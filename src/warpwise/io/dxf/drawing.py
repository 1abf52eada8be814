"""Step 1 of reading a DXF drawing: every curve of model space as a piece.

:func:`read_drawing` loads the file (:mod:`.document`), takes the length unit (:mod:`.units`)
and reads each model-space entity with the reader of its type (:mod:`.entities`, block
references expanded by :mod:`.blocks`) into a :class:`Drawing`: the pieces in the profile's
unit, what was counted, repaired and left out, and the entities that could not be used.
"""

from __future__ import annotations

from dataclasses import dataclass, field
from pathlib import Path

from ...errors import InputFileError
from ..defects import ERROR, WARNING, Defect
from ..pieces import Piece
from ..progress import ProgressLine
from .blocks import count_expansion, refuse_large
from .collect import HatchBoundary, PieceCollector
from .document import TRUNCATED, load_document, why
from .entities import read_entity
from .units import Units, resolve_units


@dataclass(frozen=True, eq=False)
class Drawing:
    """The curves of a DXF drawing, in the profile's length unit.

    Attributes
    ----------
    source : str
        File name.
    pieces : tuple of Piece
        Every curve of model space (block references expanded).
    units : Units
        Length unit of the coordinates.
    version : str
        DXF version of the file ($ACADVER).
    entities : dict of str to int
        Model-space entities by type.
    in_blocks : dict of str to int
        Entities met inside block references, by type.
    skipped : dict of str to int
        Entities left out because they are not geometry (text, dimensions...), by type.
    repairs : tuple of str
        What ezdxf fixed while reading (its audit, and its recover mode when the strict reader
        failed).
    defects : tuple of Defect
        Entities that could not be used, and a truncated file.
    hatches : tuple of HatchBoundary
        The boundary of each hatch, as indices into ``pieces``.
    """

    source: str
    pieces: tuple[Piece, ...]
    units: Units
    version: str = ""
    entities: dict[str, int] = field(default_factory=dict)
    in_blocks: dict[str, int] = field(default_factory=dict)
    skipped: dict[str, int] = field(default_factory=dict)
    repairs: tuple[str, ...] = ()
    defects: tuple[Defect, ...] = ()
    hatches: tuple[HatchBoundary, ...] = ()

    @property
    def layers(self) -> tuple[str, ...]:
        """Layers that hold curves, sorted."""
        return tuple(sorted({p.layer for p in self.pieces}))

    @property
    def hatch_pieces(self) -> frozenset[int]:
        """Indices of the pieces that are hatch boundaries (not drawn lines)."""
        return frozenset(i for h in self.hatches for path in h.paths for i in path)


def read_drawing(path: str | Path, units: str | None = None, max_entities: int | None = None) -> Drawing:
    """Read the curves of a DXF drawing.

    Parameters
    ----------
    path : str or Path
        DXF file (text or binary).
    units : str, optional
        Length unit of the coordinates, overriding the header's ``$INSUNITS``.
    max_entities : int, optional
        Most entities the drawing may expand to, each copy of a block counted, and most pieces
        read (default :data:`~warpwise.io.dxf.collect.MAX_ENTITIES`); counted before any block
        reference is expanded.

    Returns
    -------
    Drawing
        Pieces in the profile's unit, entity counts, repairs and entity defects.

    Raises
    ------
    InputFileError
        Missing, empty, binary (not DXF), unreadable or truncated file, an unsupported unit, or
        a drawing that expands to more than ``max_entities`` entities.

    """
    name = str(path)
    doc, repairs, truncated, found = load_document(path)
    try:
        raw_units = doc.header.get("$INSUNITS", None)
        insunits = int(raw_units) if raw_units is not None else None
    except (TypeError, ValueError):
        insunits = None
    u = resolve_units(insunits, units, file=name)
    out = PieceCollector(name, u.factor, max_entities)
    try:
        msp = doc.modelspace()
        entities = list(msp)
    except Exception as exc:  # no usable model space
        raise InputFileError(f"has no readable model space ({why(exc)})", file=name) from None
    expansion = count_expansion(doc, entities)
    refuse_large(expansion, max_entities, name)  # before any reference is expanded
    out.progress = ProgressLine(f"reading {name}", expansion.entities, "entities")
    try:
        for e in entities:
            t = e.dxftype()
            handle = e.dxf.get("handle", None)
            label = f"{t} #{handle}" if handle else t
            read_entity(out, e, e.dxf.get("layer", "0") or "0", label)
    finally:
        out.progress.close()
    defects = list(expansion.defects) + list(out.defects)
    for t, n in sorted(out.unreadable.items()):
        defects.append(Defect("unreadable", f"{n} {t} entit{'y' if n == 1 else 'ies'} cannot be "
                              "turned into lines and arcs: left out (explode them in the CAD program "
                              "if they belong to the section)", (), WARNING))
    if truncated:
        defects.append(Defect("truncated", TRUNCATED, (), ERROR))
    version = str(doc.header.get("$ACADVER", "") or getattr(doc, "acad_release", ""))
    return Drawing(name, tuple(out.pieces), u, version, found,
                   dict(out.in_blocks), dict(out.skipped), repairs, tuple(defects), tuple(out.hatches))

◆ ◆ ◆

## Problem statement
Lines from the top of the data above through the line with "from .blocks import", both ends included: copy them exactly, nothing more.

## Task response
filename src/warpwise/io/dxf/drawing.py
repository 1abf52eada8be814
"""Step 1 of reading a DXF drawing: every curve of model space as a piece.

:func:`read_drawing` loads the file (:mod:`.document`), takes the length unit (:mod:`.units`)
and reads each model-space entity with the reader of its type (:mod:`.entities`, block
references expanded by :mod:`.blocks`) into a :class:`Drawing`: the pieces in the profile's
unit, what was counted, repaired and left out, and the entities that could not be used.
"""

from __future__ import annotations

from dataclasses import dataclass, field
from pathlib import Path

from ...errors import InputFileError
from ..defects import ERROR, WARNING, Defect
from ..pieces import Piece
from ..progress import ProgressLine
from .blocks import count_expansion, refuse_large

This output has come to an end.